To bring you up to speed, Total E&P announced that it had bought out Tullow Oil PLC ‘s assets for US$575m and Uganda was to earn US$14.6m in taxes — a significant drop from US$167m Uganda was to earn less than a year ago. Tullow Oil is said to have previously argued that it had invested US$617 million in its Ugandan assets, which is 33.33% of oil wells in the Lake Albert Development Project Area.
The proceeds from the sale, Tullow Oil said, was to “reduce its net debt, strengthen the balance sheet, and move the oil company towards a more conservative capital structure.”
Total E&P made the deal when the price of oil is in negatives. Typically oil producers have to pay their customers to take the oil. It is that bad as the lockdown in many countries across the globe has led to low demand for oil products.
Total E&P’s decision to buy at this time is smart. A significant price drop means that oil assets that were being sold at crazy rates a year ago are now available at far less than they are worth. If it is indeed true that Tullow had invested US$617m and agreed to sell at a price which is less that what they invested, it means that they lost US$42m even though the deal allows them “potential contingent payments after first oil.”
Was Tullow desperate to sell? Or they made the best decision because if they hold on, they may get less than what they got today?
If you listen to economists and some finance people these days, they are arguing that this isn’t the right time to start businesses. That there is no need to invest in capital assets. They argue that you should keep your money because we don’t know how long Covid-19 will be around and how the economy will react thereafter.
Of course, it would be suicidal to simply invest all your money in capital assets when it is all gloomy. You need to have some money to help pay for certain needs such as housing, food, and medical expenses for at least one year. After that, you should invest because if we are to learn anything from Total E&P’s decision to buy Tullow’s assets in Uganda is that this the right time to buy.
Warren Buffet, the legendary stock market investor once advised that never buy when everyone is hungry. Once people aren’t hungry, pounce. Right now, most people aren’t hungry for capital assets making it the right time ever to buy. You only need to be in it for the long haul.
As businesses go under, there will be many on sale for a song for many reasons including failure to meet their loan obligations. There are going to be many foreclosures as people can’t pay their mortgages. They will want to cash in.
Bank loans are going to be hard to get. I believe it is difficult already to get a bank loan today as every projection shows an economy that is not going to recover for some time. Banks are naturally risk-averse so they will only lend money when the numbers look good.

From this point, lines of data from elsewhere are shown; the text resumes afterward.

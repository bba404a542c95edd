import { z } from "zod";
import { computeCurvatureSync, CONVENTIONS, type TensorComponent } from "../spacetime/curvature-sheet";
import { asRequestError, oneMetric, ONE_METRIC_MESSAGE, readSpacetime, spacetimeFields, symbolic } from "../spacetime/request";

/** The `curvature` request: coordinates and a metric (line element or components). */
export const curvatureRequestSchema = z.object({
  ...spacetimeFields,
  /** Also try nerdamer's simplify/factor on each component (slower; still verified). */
  thorough: z.boolean().optional(),
}).strict().refine(oneMetric, ONE_METRIC_MESSAGE);

const listed = (components: readonly TensorComponent[]) => components.map((c) => ({ index: c.index, ...symbolic(c.expr) }));

/**
 * The `curvature` verb: the curvature sheet, non-zero components only, each in
 * the shortest form verified against the unsimplified value.
 *
 * @example
 * runCurvature({ coordinates: ["t","r","\\theta","\\phi"], metric: "ds^2 = -\\left(1-\\frac{r_s}{r}\\right)c^2 dt^2 + …" }).ricci // []
 */
export function runCurvature(input: z.infer<typeof curvatureRequestSchema>) {
  const { metric } = readSpacetime(input);
  const sheet = asRequestError("metric", () => computeCurvatureSync(metric, { thorough: input.thorough }));
  return {
    christoffel: listed(sheet.christoffel),
    riemann: listed(sheet.riemann),
    ricci: listed(sheet.ricci),
    ricciScalar: symbolic(sheet.ricciScalar),
    einstein: listed(sheet.einstein),
    kretschmann: symbolic(sheet.kretschmann),
    conventions: {
      ...CONVENTIONS,
      signature: sheet.signature.text,
      coordinates: sheet.coordinates,
      verification: `every listed component equals the unsimplified value at ${sheet.verification.points} random points (${sheet.verification.digits}-digit arithmetic, to within ${sheet.verification.tolerance.toExponential(0)} relative), and every omitted one is 0 there; a numeric check is strong evidence, not a proof`,
    },
    timings: sheet.timings,
  };
}
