import { z } from "zod";
import { effectivePotential } from "../spacetime/potential";
import { asRequestError, oneMetric, ONE_METRIC_MESSAGE, readSpacetime, spacetimeFields, symbolic } from "../spacetime/request";

/** The `potential` request: a static, spherically symmetric metric in (t, r, θ, φ); `definitions` such as r_s = 2GM/c² are substituted first. */
export const potentialRequestSchema = z.object(spacetimeFields).strict().refine(oneMetric, ONE_METRIC_MESSAGE);

/**
 * The `potential` verb: E and L, the radial equation in energy form, V_eff
 * and its terms with their limits as c → ∞.
 *
 * @example
 * runPotential({ coordinates: [...], metric: "…", definitions: { r_s: "\\frac{2GM}{c^2}" } }).terms.map((t) => t.name)
 */
export function runPotential(input: z.infer<typeof potentialRequestSchema>) {
  const { metric, definitions } = readSpacetime(input);
  const v = asRequestError("metric", () => effectivePotential(metric, definitions));
  return {
    conserved: { energy: symbolic(v.conserved.energy), angularMomentum: symbolic(v.conserved.angularMomentum) },
    radialEquation: symbolic(v.radialEquation),
    effectivePotential: symbolic(v.effectivePotential),
    terms: v.terms.map((t) => ({
      name: t.name,
      ...symbolic(t.expr),
      limit: t.limit === null ? null : t.limit === "infinity" ? "infinity" : symbolic(t.limit),
    })),
    perUnitMass: { radialEquation: symbolic(v.perUnitMass.radialEquation), effectivePotential: symbolic(v.perUnitMass.effectivePotential) },
    nullGeodesics: { radialEquation: symbolic(v.nullRadialEquation) },
    A: symbolic(v.A),
    B: symbolic(v.B),
    notes: [
      "equatorial plane θ = π/2; E = μc²A ṫ, L = μr²φ̇; per-unit-mass form in geometric units (G = c = 1)",
      "limits as c → ∞ are formal: each term's leading power of c",
    ],
  };
}
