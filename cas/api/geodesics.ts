import { z } from "zod";
import { relation, num } from "../expr/build";
import { latexName } from "../print/latex-names";
import { geodesics } from "../spacetime/geodesics";
import { asRequestError, oneMetric, ONE_METRIC_MESSAGE, readSpacetime, spacetimeFields, symbolic } from "../spacetime/request";

/** The `geodesics` request: coordinates, a metric, optionally the curve parameter (default τ). */
export const geodesicsRequestSchema = z.object(spacetimeFields).strict().refine(oneMetric, ONE_METRIC_MESSAGE);

/**
 * The `geodesics` verb: Lagrangian g_ab ẋ^a ẋ^b, Euler–Lagrange equations
 * (each `… = 0`), Killing vectors of cyclic coordinates and their Noether quantities.
 *
 * @example
 * runGeodesics({ coordinates: ["t","r","\\theta","\\phi"], metric: "…" }).killing.map((k) => k.coordinate) // ["t", "\\phi"]
 */
export function runGeodesics(input: z.infer<typeof geodesicsRequestSchema>) {
  const { metric, parameter } = readSpacetime(input);
  const system = asRequestError("metric", () => geodesics(metric, parameter));
  const name = (plain: string) => latexName(plain);
  return {
    lagrangian: symbolic(system.lagrangian),
    equations: system.equations.map((e) => ({ coordinate: name(e.coordinate), index: e.index, ...symbolic(relation(e.expr, "=", num(0))) })),
    killing: system.killing.map((k) => ({ coordinate: name(k.coordinate), index: k.index, components: k.components, latex: `\\partial_{${name(k.coordinate)}}`, expr: `partial_${k.coordinate}` })),
    conserved: system.conserved.map((c) => ({
      coordinate: name(c.coordinate),
      index: c.index,
      name: c.name,
      perUnitMass: symbolic(c.perUnitMass),
      withMass: symbolic(c.withMass),
    })),
    normalisation: { timelike: symbolic(system.normalisation.timelike), null: symbolic(system.normalisation.null) },
    parameter: name(system.parameter),
  };
}
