class TransientDiagnostic final : public Diagnostic {
 public:
  std::string table() const override { return "transient"; }

  std::shared_ptr<const DiagnosticSpec> parse(const std::string& text, const std::string& source,
                                              const Config& c) const override {
    auto e = std::make_shared<TransientSpec>();
    const Ctx cx(source);
    const DiagnosticTable d = read_diagnostic_table(text, source, "transient");
    e->enabled = has_open_chain(c);
    if (!d.table) return e;
    const std::string P = "transient";
    const toml::table& t = *d.table;
    cx.only_keys(t, P, {"enabled", "method", "periods", "starts"});
    e->enabled = true;  // the table asks for it, also on a config without open chains (all padding then)
    if (const toml::node* n = t.get("enabled")) e->enabled = cx.boolean(*n, P + ".enabled");
    if (const toml::node* n = t.get("method")) e->measured = cx.choice(*n, P + ".method", {"auto", "measured"}) == "measured";
    if (const toml::node* n = t.get("periods")) {
      e->periods = cx.integer(*n, P + ".periods");
      if (e->periods < 16 || e->periods > 100'000)
        cx.fail(*n, P + ".periods", std::to_string(e->periods) + " is outside 16..100000");
    }
    if (const toml::node* n = t.get("starts")) {
      e->starts = cx.integer(*n, P + ".starts");
      if (e->starts < 1 || e->starts > 1000) cx.fail(*n, P + ".starts", std::to_string(e->starts) + " is outside 1..1000");
    }
    return e;
  }

  Schema declare(const Config& c) const override {
    Schema s;
    s.groups.push_back(
        {kG,
         "open chains: the rates seen while perturbations travel through the chain (t < window), beside the "
         "eigenvalue exponents (t -> infinity) in /chaos. Clean circuits (translation-invariant gates, the same "
         "every period): exact, from the Bloch symbol of the bulk (kernels/rays.hpp); disordered or redrawn chains: "
         "lambda_max measured from exact integer responses (method 2). Rates, not bounds. Padding for rings and for "
         "chains too short to measure (docs/rays.md, 'Open chains: the transient rate')",
         {}});
    s.coords.push_back(int_axis(kEll, c.bounds.regions, "sites",
                                "region size ell (the values of /bounds/region_size): the axis of lyapunov_rate"));
    s.fields.push_back(field("lambda_max", {}, "1/period",
                             "the transient rate: max_v lambda(v) = the bulk lambda_max of the same gates, the rate "
                             "along the ray x = peak_velocity t, seen for t < window",
                             "transient_lambda_max"));
    s.fields.push_back(field("lambda_max_error", {}, "1/period", "estimated absolute error of lambda_max"));
    s.fields.push_back(field("peak_velocity", {}, "sites/period",
                             "the velocity of the fastest-growing ray (of q perturbations; p ones travel at minus it)"));
    s.fields.push_back(field("window", {}, "periods",
                             "L / |peak_velocity|: the time the fastest-growing ray takes to cross the chain, before "
                             "which the chain shows lambda_max; +inf when the peak does not move (then the "
                             "eigenvalue lambda_max tends to lambda_max as L grows)"));
    s.fields.push_back(field("absolute", {}, "1/period",
                             "lambda(0): the rate at a fixed site, the limit of the chain's eigenvalue lambda_max as "
                             "L grows (what the chain shows as t -> infinity)",
                             "transient_absolute"));
    s.fields.push_back(field("absolute_error", {}, "1/period", "estimated absolute error of absolute"));
    s.fields.push_back(field("gap", {}, "1/period",
                             "lambda_max - /chaos/lambda_max: how much faster perturbations grow while they travel "
                             "than the chain's eigenvalues say",
                             "transient_gap"));
    s.fields.push_back(field("gap_error", {}, "1/period",
                             "lambda_max_error + the eigenvalue lambda_max's error (its exponent_error, else "
                             "/chaos/accuracy/error_bound; 0 for a certified zero)"));
    s.fields.push_back(field_decl(kG + "/method", Elem::I64, {}, {}, "1",
                                  "how lambda_max was found: 1 exactly from the Bloch symbol (translation-invariant "
                                  "gates, the same every period), 2 measured (the growth of the largest exact "
                                  "integer response over the second half of a window of measured_periods, averaged "
                                  "over measured_starts sites; disordered or redrawn chains, or method = "
                                  "\"measured\"), -1 none"));
    s.fields.push_back(field_decl(kG + "/measured_periods", Elem::I64, {}, {}, "periods",
                                  "method 2: the window T = min(transient.periods, (L - 3) / 6), so that every "
                                  "start's light cone stays inside the chain; -1 otherwise"));
    s.fields.push_back(field_decl(kG + "/measured_starts", Elem::I64, {}, {}, "1",
                                  "method 2: the perturbed sites, evenly spread over [2T + 1, L - 2 - 2T]; -1 "
                                  "otherwise"));
    s.fields.push_back(field("lyapunov_rate", {kEll}, "nats/period",
                             "transient Lambda_ell: Lambda_ell of the periodic ring of the same gates (L rounded up "
                             "to even; Bloch spectrum), the rate a bulk region of ell sites grows at while its "
                             "backward light cone stays inside the chain; beside /bounds/lyapunov_rate (the "
                             "chain's eigenvalues); a rate, not a bound; NaN for ell outside 1..L-1",
                             "transient_lyapunov_rate"));
    s.fields.push_back(field_decl(kFlag, Elem::I64, {}, {}, "1",
                                  "open chains: 1 when the transient rate /transient/lambda_max and the eigenvalue "
                                  "/chaos/lambda_max differ by more than /transient/gap_error (the eigenvalues miss "
                                  "growth seen while perturbations travel, docs/rays.md), 0 when they "
                                  "agree within it, -1 not determined (rings, disordered or redrawn circuits, no "
                                  "spectrum)"));
    return s;
  }

  DiagnosticOutput compute(const Config& c, const Point& p, const PointRecord& r, MPI_Comm group) const override {
    DiagnosticOutput out;
    int rank = 0;
    MPI_Comm_rank(group, &rank);
    if (rank != 0) return out;
    out.fields.resize(kCount);
    out.fields[kConv] = scalar_value(std::int64_t{-1});
    try {
      GateSource gs = gate_source(c, p);
      if (p.boundary != Boundary::Open) return out;
      const double L = static_cast<double>(p.L);
      double rate = kNaN, rate_err = kNaN;
      if (gs.translation_invariant && gs.time_periodic && !spec_of(c).measured) {
        GateSource cell = gs;  // the symbol depends on the gates only: a two-site ring carries them
        cell.L = 2;
        cell.boundary = Boundary::Periodic;
        const VelocityExponents v = velocity_exponents(materialize(cell), false, {0.0});
        const double vstar = std::abs(v.peak_velocity) < kStillVelocity ? 0.0 : v.peak_velocity;
        rate = v.peak;
        rate_err = v.peak_error;
        out.fields[kPeakV] = scalar_value(vstar);
        out.fields[kWindow] =
            scalar_value(vstar == 0.0 ? std::numeric_limits<double>::infinity() : L / std::abs(vstar));
        out.fields[kAbs] = scalar_value(v.absolute);
        out.fields[kAbsErr] = scalar_value(v.absolute_error);
        out.fields[kMethod] = scalar_value(std::int64_t{1});
        out.fields[kPeriods] = scalar_value(std::int64_t{-1});
        out.fields[kStarts] = scalar_value(std::int64_t{-1});
        // Lambda_ell of the ring of the same gates
        const Spectrum sp = twin_ring_spectrum(gs);
        const auto ring_L = static_cast<std::int64_t>(sp.exponents.size() / 2);
        FieldValue& reg = out.fields[kRegion];
        reg.shape = {static_cast<std::int64_t>(c.bounds.regions.size())};
        for (std::int64_t ell : c.bounds.regions)
          reg.f.push_back(ell >= 1 && ell <= p.L - 1 ? lyapunov_rate(sp.exponents, ring_L, ell) : kNaN);
      } else {
        const PeakRate m = measured_rate(gs, spec_of(c).periods, spec_of(c).starts);
        out.fields[kMethod] = scalar_value(std::int64_t{2});
        out.fields[kPeriods] = scalar_value(m.periods);
        out.fields[kStarts] = scalar_value(m.starts);
        if (!std::isfinite(m.rate)) return out;  // too short to measure: the rest is padding
        rate = m.rate;
        rate_err = m.error;
      }
      out.fields[kRate] = scalar_value(rate);
      out.fields[kRateErr] = scalar_value(rate_err);
      if (r.method != 0 && std::isfinite(r.lambda_max)) {
        const double gap = rate - r.lambda_max, err = rate_err + eigen_error(r);
        out.fields[kGap] = scalar_value(gap);
        out.fields[kGapErr] = scalar_value(err);
        if (std::isfinite(err)) out.fields[kConv] = scalar_value(std::int64_t{gap > err ? 1 : 0});
      }
    } catch (const std::exception& ex) {
      out.fields.clear();
      out.failure = ex.what();
    }
    return out;
  }

  DiagnosticEstimate estimate(const Config& c, const Point& p) const override {
    // the ring's exponents and Bloch blocks, or the measured windows' profiles
    const TransientSpec& e = spec_of(c);
    const double window = static_cast<double>(std::min(e.periods, p.L / 6));
    return timed_estimate(*this, c, p,
                          48.0 * static_cast<double>(p.L) + 8.0 * (window + 1) * (4 * window + 5) + 4096.0);
  }

  void print_text(std::ostream& os, const Config& c, const std::vector<FieldValue>& v) const override {
    auto f = [&](Slot s) { return v.size() > s && !v[s].f.empty() ? v[s].f[0] : kNaN; };
    auto n = [&](Slot s) { return v.size() > s && !v[s].i.empty() ? v[s].i[0] : std::int64_t{-1}; };
    if (v.size() < kCount || v[kRate].empty()) {
      if (n(kMethod) == 2)
        os << "  transient: not measured (a window of 16 periods needs L >= 99, so that the light cones stay "
              "inside)\n";
      else
        os << "  transient: none (open chains only)\n";
      return;
    }
    const std::int64_t flag = n(kConv);
    const bool exact = n(kMethod) == 1;
    os << "  transient (open chain; rates, not bounds): while perturbations travel, max_v lambda(v) = " << num(f(kRate))
       << " +- " << num(f(kRateErr), 2);
    if (exact)
      os << " at v = " << num(f(kPeakV), 4) << " for t < " << num(f(kWindow), 6) << " periods;\n";
    else
      os << "\n    (measured: exact responses of " << n(kStarts) << " sites, growth over periods " << n(kPeriods) / 2
         << ".." << n(kPeriods) << ");\n";
    os << "    as t -> infinity the eigenvalues: lambda_max = " << num(f(kRate) - f(kGap));
    if (exact) os << " (tends to lambda(0) = " << num(f(kAbs)) << " as L grows)";
    os << "\n";
    if (flag == 1) {
      os << "    they differ: the eigenvalue lambda_max is below the transient rate by " << num(f(kGap)) << " +- "
         << num(f(kGapErr), 2) << "\n";
      if (exact) {
        const bool moves = f(kRate) - f(kAbs) > f(kRateErr) + f(kAbsErr);
        os << "    " << (moves ? "(convective: the fastest growth travels and leaves through the ends, so longer "
                                 "chains stay below too);"
                               : "(finite size: the fastest growth stays in place, and the eigenvalue lambda_max "
                                 "tends to it as L grows);")
           << "\n";
      }
      os << "    for anything seen before perturbations reach an end use the transient rate (docs/rays.md)\n";
    } else if (flag == 0) {
      os << "    the eigenvalue lambda_max and the transient rate agree within " << num(f(kGapErr), 2) << "\n";
    }
    if (exact) {
      os << "    transient Lambda_ell (ring of the same gates):";
      for (std::size_t k = 0; k < c.bounds.regions.size() && k < v[kRegion].f.size(); ++k)
        os << "  ell = " << c.bounds.regions[k] << ": " << num(v[kRegion].f[k], 6);
      os << "\n";
    }
  }
};
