TEST(Config, EntanglementLocatedErrors) {
  // unknown keys, in the table and in an initial block
  expect_error(ent("periods = 4\nregions = [1]\nperods = 3\n"), {"t.toml:11", "entanglement.perods", "unknown key"});
  expect_error(ent("periods = 4\nregions = [1]\n[[entanglement.initial]]\nsites = 0\ncolour = 2\n"),
               {"t.toml:13", "entanglement.initial[0].colour", "unknown key"});
  expect_error("entanglement = 3\n" + std::string(kBase), {"t.toml:1", "entanglement", "must be a table"});
  // periods
  expect_error(ent("regions = [1]\n"), {"t.toml:8", "entanglement", "missing 'periods'"});
  expect_error(ent("periods = -1\nregions = [1]\n"), {"t.toml:9", "entanglement.periods", "outside"});
  expect_error(ent("periods = 2.5\nregions = [1]\n"), {"t.toml:9", "entanglement.periods", "must be an integer"});
  // bad N (stabilizer_dimension_supported: N >= 2), twice the same N
  expect_error(ent("periods = 4\nregions = [1]\nstabilizer_dims = [2, 1]\n"),
               {"t.toml:11", "entanglement.stabilizer_dims", "N = 1 is not supported"});
  expect_error(ent("periods = 4\nregions = [1]\nstabilizer_dims = [3, 3]\n"),
               {"t.toml:11", "entanglement.stabilizer_dims", "listed twice"});
  // bad line: gcd(a, b, N) must be 1 (kernels/stabilizer.hpp) for every N
  expect_error(ent("periods = 4\nregions = [1]\nstabilizer_dims = [2]\n[[entanglement.initial]]\nsites = 0\n"
                   "stabilizer = [2, 4]\n"),
               {"t.toml:14", "entanglement.initial[0].stabilizer", "N = 2"});
  expect_error(ent("periods = 4\nregions = [1]\nstabilizer_dims = [3, 4]\n[[entanglement.initial]]\nsites = 0\n"
                   "stabilizer = [2, 2]\n"),
               {"t.toml:14", "not a valid state for N = 4"});
  expect_error(ent("periods = 4\nregions = [1]\n[[entanglement.initial]]\nsites = 0\nstabilizer = [1]\n"),
               {"t.toml:13", "entanglement.initial[0].stabilizer", "[a, b]"});
  expect_error(ent("periods = 4\nregions = [1]\n[[entanglement.initial]]\nsites = 0\nstabilizer = \"plus\"\n"),
               {"t.toml:13", "\"plus\" is not one of"});
  // bad squeeze: s > 0, a rational of integers, no floats, only with "squeezed"
  for (const char* bad : {"\"0/3\"", "\"-1/2\"", "0"})
    expect_error(ent(std::string("periods = 4\nregions = [1]\n[[entanglement.initial]]\nsites = 0\n"
                                 "gaussian = \"squeezed\"\nsqueeze = ") + bad + "\n"),
                 {"t.toml:14", "entanglement.initial[0].squeeze", "must be > 0"});
  for (const char* bad : {"\"abc\"", "\"3/0\"", "\"1/-2\"", "\"1.5\""})
    expect_error(ent(std::string("periods = 4\nregions = [1]\n[[entanglement.initial]]\nsites = 0\n"
                                 "gaussian = \"squeezed\"\nsqueeze = ") + bad + "\n"),
                 {"t.toml:14", "entanglement.initial[0].squeeze", "not a rational"});
  expect_error(ent("periods = 4\nregions = [1]\n[[entanglement.initial]]\nsites = 0\ngaussian = \"squeezed\"\n"
                   "squeeze = 1.5\n"),
               {"t.toml:14", "no floats"});
  expect_error(ent("periods = 4\nregions = [1]\n[[entanglement.initial]]\nsites = 0\ngaussian = \"squeezed\"\n"),
               {"t.toml:11", "entanglement.initial[0]", "needs 'squeeze'"});
  expect_error(ent("periods = 4\nregions = [1]\n[[entanglement.initial]]\nsites = 0\nsqueeze = \"3/2\"\n"),
               {"t.toml:13", "given but gaussian is not \"squeezed\""});
  expect_error(ent("periods = 4\nregions = [1]\n[[entanglement.initial]]\nsites = 0\ngaussian = \"thermal\"\n"),
               {"t.toml:13", "entanglement.initial[0].gaussian", "\"thermal\""});
  // regions out of range for every point (largest L = 16), bad regions
  expect_error(ent("periods = 4\nregions = [1, [0, 20]]\n"),
               {"t.toml:10", "entanglement.regions[1]", "need L >= 21", "largest L = 16"});
  expect_error(ent("periods = 4\noffset = 10\nregions = [7]\n"),
               {"t.toml:11", "entanglement.regions[0]", "10..16", "need L >= 17"});
  expect_error(ent("periods = 4\nregions = [0]\n"), {"t.toml:10", "entanglement.regions[0]", "below 1"});
  expect_error(ent("periods = 4\nregions = [[1, 1]]\n"), {"t.toml:10", "entanglement.regions[0]", "listed twice"});
  expect_error(ent("periods = 4\nregions = [[-1]]\n"), {"t.toml:10", "negative"});
  expect_error(ent("periods = 4\nregions = [\"all\"]\n"), {"t.toml:10", "entanglement.regions[0]", "a string"});
  expect_error(ent("periods = 4\nregions = 2\n"), {"t.toml:10", "entanglement.regions", "must be a list"});
  expect_error(ent("periods = 4\nregions = []\n"), {"t.toml:10", "empty"});
  expect_error(ent("periods = 4\n"), {"t.toml:8", "missing 'regions'"});
  expect_error(ent("periods = 4\nregions = [1]\noffset = -2\n"), {"t.toml:11", "entanglement.offset", ">= 0"});
  // initial sites: overlapping blocks, beyond every lattice
  expect_error(ent("periods = 4\nregions = [1]\n[[entanglement.initial]]\nsites = {from = 0, to = 3}\n"
                   "[[entanglement.initial]]\nsites = [3, 4]\n"),
               {"t.toml:14", "entanglement.initial[1].sites", "site 3 is already set by entanglement.initial[0]"});
  expect_error(ent("periods = 4\nregions = [1]\n[[entanglement.initial]]\nsites = 16\n"),
               {"t.toml:12", "entanglement.initial[0].sites", "beyond every lattice"});
  expect_error(ent("periods = 4\nregions = [1]\n[[entanglement.initial]]\ngaussian = \"vacuum\"\n"),
               {"t.toml:11", "missing 'sites'"});
  expect_error(ent("periods = 4\nregions = [1]\ninitial = 3\n"), {"t.toml:11", "[[entanglement.initial]]"});
  // what to compute
  expect_error(ent("periods = 4\nregions = [1]\ngaussian = false\n"), {"t.toml:8", "nothing to compute"});
  expect_error(ent("periods = 4\nregions = [1]\ngaussian = 1\n"), {"t.toml:11", "entanglement.gaussian", "true or false"});
  expect_error(ent("periods = 4\nregions = [1]\nprofile = true\n"), {"t.toml:11", "entanglement.profile", "stabilizer_dims"});
  expect_error(ent("periods = 4\nregions = [1]\nstabilizer_dims = 2\nprofile = true\nprofile_stride = 0\n"),
               {"t.toml:13", "entanglement.profile_stride", "at least 1"});
  expect_error(ent("periods = 4\nregions = [1]\nstabilizer_dims = 2\nprofile_stride = 2\n"),
               {"t.toml:12", "profile is not true"});
  // a profile alone needs no regions
  EXPECT_NO_THROW(parse_config(ent("periods = 4\nregions = []\ngaussian = false\nstabilizer_dims = 2\nprofile = true\n"),
                               "t.toml"));
}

For people to survive, they will sell off some assets since they won’t be able to get loans to stay afloat.
Because the economy will be struggling, there will not be many buyers. This is what they call a buyer’s market where the seller doesn’t fully determine the price of the goods and assets he is selling. A buyer’s market is the best time to buy. Many goods and assets with few buyers creating an opportunity for those with some cash reserves. If you want to further understand this, look at the price of a tray of eggs today — from Shs12,000 four months ago to Shs3500 in some parts of Kampala. And just to remind you, there might never be a stimulus package from the government.
If you are to take advantage of this buyer’s market, be ready to hold for the long term. As the economy recovers, the assets cheaply available today will attract premium rates. Take for example real estate, the prices are going to significantly drop but in a few years, they will attract very good prices when you sell.